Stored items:

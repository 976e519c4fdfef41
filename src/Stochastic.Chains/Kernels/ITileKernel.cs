namespace Stochastic.Chains.Kernels;

/// <summary>
/// The inner loops of dense elimination and multiplication for one instruction set.
/// </summary>
/// <remarks>
/// Operands are packed. A row panel holds <see cref="Width"/> rows as consecutive squares of Width x Width numbers, row by row inside a
/// square, so that packing copies whole vectors. A column panel holds its columns side by side, row after row. Each multiply-add rounds once where the machine has a fused multiply-add and at most twice elsewhere; sums run over the depth in
/// ascending order, so the result depends on nothing but the operands.
/// </remarks>
internal interface ITileKernel
{
    /// <summary>Doubles in a vector, rows of a tile, and side of a square of a row panel.</summary>
    static abstract int Width { get; }

    /// <summary>Columns of a tile and of a column panel; a multiple of <see cref="Width"/>.</summary>
    static abstract int TileColumns { get; }

    /// <summary>
    /// Adds the product of a row panel (Width x depth) and a column panel (depth x TileColumns) to a target tile. The rows of the column
    /// panel lie <paramref name="columnStride"/> doubles apart, TileColumns when it is packed; the rows of the target lie
    /// <paramref name="rowStride"/> and whose vectors lie <paramref name="vectorStride"/> doubles apart. The operands are read completely
    /// before the target is written.
    /// </summary>
    static abstract void AddTile(
        ref double rowPanel, ref double columnPanel, nint columnStride, int depth, ref double target, nint rowStride, nint vectorStride);

    /// <summary>As <see cref="AddTile"/>, for one vector of columns out of a column panel.</summary>
    static abstract void AddNarrowTile(ref double rowPanel, ref double columnPanel, nint columnStride, int depth, ref double target, nint rowStride);

    /// <summary>
    /// Adds factors (rows x Width, row by row) times source (Width x vectors·Width, as consecutive squares) to the target. Rows are
    /// finished from the last to the first, and a vector of sources is read before the same vector of a group of targets is written: the
    /// source may be its own target when row i of the factors is zero from column i on.
    /// </summary>
    static abstract void AddRows(
        ref double target, nint rowStride, nint vectorStride, int rows, int vectors, ref double factors, ref double source);
}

Work to complete: The required answer is the run of lines above, starting at the line with "but the operands." and ending at the line with "a column panel.</summary>", reproduced exactly with both ends.

Response to the exercise:
/// ascending order, so the result depends on nothing but the operands.
/// </remarks>
internal interface ITileKernel
{
    /// <summary>Doubles in a vector, rows of a tile, and side of a square of a row panel.</summary>
    static abstract int Width { get; }

    /// <summary>Columns of a tile and of a column panel; a multiple of <see cref="Width"/>.</summary>
    static abstract int TileColumns { get; }

    /// <summary>
    /// Adds the product of a row panel (Width x depth) and a column panel (depth x TileColumns) to a target tile. The rows of the column
    /// panel lie <paramref name="columnStride"/> doubles apart, TileColumns when it is packed; the rows of the target lie
    /// <paramref name="rowStride"/> and whose vectors lie <paramref name="vectorStride"/> doubles apart. The operands are read completely
    /// before the target is written.
    /// </summary>
    static abstract void AddTile(
        ref double rowPanel, ref double columnPanel, nint columnStride, int depth, ref double target, nint rowStride, nint vectorStride);

    /// <summary>As <see cref="AddTile"/>, for one vector of columns out of a column panel.</summary>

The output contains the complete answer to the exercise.